We report on the effect of arrays of Au nanopillars of controlled size and spacing on the spectral response of a P3HT: PCBM bulk heterojunction solar cell. Prototype nanopillar-patterned devices have nearly the same overall power conversion efficiency as those without nanopillars. The patterned devices do show higher external quantum efficiency and calculated absorption in the wavelength range from approximately 640 nm to 720 nm, where the active layer is not very absorbing. The peak enhancement was approximately 60% at 675 nm. We find evidence that the corresponding resonance involves both localized particle plasmon excitation and multiple reflections/diffraction within the cavity formed by the electrodes. We explore the role of the attenuation coefficient of the active layer on the optical absorption of such an organic photovoltaic device.
© 2010 OSA
Bulk-heterojunction (BHJ) organic photovoltaic (OPV) devices have been the focus of much recent work  due to their potential in enabling affordable solar energy by a simple coating or printing process. The efficiencies of BHJ OPV devices, however, are significantly lower than silicon-based photovoltaic devices. One possible approach toward raising the efficiency of OPV’s is to increase their absorption of solar radiation.

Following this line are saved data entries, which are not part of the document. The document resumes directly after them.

/** Newton on every cell at once; x holds V(r) and V(o) of each cell (warm start in, solution out). Returns iterations. */
function referenceSolve(cells: number, x: Float64Array, cond: { supply: number; tC: number; beta: number }): number {
  const T = cond.tC + 273.15;
  const Tn = 27 + 273.15;
  const vt = K_OVER_Q * T;
  const is = IS * Math.pow(T / Tn, 3) * Math.exp((EG / (K_OVER_Q * Tn) - EG / vt) * 1);
  const bf = BF * cond.beta;
  const br = BR * cond.beta;
  const vcc = VCC * cond.supply;
  const vcrit = vt * Math.log(vt / (Math.SQRT2 * is));
  const limit = (vnew: number, vold: number): number => {
    if (vnew > vcrit && Math.abs(vnew - vold) > 2 * vt) {
      if (vold > 0) {
        const arg = 1 + (vnew - vold) / vt;
        return arg > 0 ? vold + vt * Math.log(arg) : vcrit;
      }
      return vt * Math.log(vnew / vt);
    }
    return vnew;
  };
  let it = 0;
  let moving = true;
  const vbeOld = new Float64Array(cells);
  const vbcOld = new Float64Array(cells);
  for (let c = 0; c < cells; c++) {
    vbeOld[c] = x[2 * c];
    vbcOld[c] = x[2 * c] - x[2 * c + 1];
  }
  while (moving && it < 150) {
    it++;
    moving = false;
    for (let c = 0; c < cells; c++) {
      const vr = x[2 * c];
      const vo = x[2 * c + 1];
      const gr = 1 / rr(c);
      const gl = 1 / rl(c);
      // The limited junction voltages: VBE of both devices (they share it), VBC of the output device.
      const vbe = limit(vr, vbeOld[c]);
      const vbc = limit(vr - vo, vbcOld[c]);
      const limited = vbe !== vr || vbc !== vr - vo;
      vbeOld[c] = vbe;
      vbcOld[c] = vbc;
      const ebe = Math.exp(vbe / vt);
      const ibe = is * (ebe - 1);
      const gbe = (is * ebe) / vt;
      const ebc = Math.exp(vbc / vt);
      const ibc = is * (ebc - 1);
      const gbc = (is * ebc) / vt;
      // QR (collector on its base, VBC = 0): collector plus base current into node r.
      const iR = ibe * (1 + 1 / bf) + GMIN * vbe;
      const dR = gbe * (1 + 1 / bf) + GMIN;
      // QO: base current into node r, collector current into node o, and their slopes by VBE and VBC.
      const early = 1 - vbc / VAF;
      const ibO = ibe / bf + ibc / br + GMIN * vbe + GMIN * vbc;
      const icO = (ibe - ibc) * early - ibc / br - GMIN * vbc;
      const bBe = gbe / bf + GMIN;
      const bBc = gbc / br + GMIN;
      const cBe = gbe * early;
      const cBc = -gbc * early - (ibe - ibc) / VAF - gbc / br - GMIN;
      // The linearised KCL at r and o in u = V(r) = VBE and w = V(r) − V(o) = VBC:
      //   (VCC − u)·gr = iR + dR·(u − vbe) + ibO + bBe·(u − vbe) + bBc·(w − vbc)
      //   (VCC − u + w)·gl = icO + cBe·(u − vbe) + cBc·(w − vbc)
      const a11 = gr + dR + bBe;
      const a12 = bBc;
      const b1 = vcc * gr - iR + dR * vbe - ibO + bBe * vbe + bBc * vbc;
      const a21 = gl + cBe;
      const a22 = cBc - gl;
      const b2 = vcc * gl - icO + cBe * vbe + cBc * vbc;
      const det = a11 * a22 - a12 * a21;
      const u = (b1 * a22 - a12 * b2) / det;
      const w = (a11 * b2 - a21 * b1) / det;
      const nr = u;
      const no = u - w;
      if (limited || Math.abs(nr - vr) > 1e-9 + 1e-9 * Math.abs(nr) || Math.abs(no - vo) > 1e-9 + 1e-9 * Math.abs(no)) moving = true;
      x[2 * c] = nr;
      x[2 * c + 1] = no;
    }
  }
  return it;
}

This is not the only consideration, however; in a typical BHJ organic solar cell, the optimal thickness of the absorbing layer is determined by a tradeoff: the absorber must be optically thick to absorb a significant fraction of the incident light but the thickness should not be large compared to the carrier collection length. This and other tradeoffs ultimately limit the maximum power conversion efficiency.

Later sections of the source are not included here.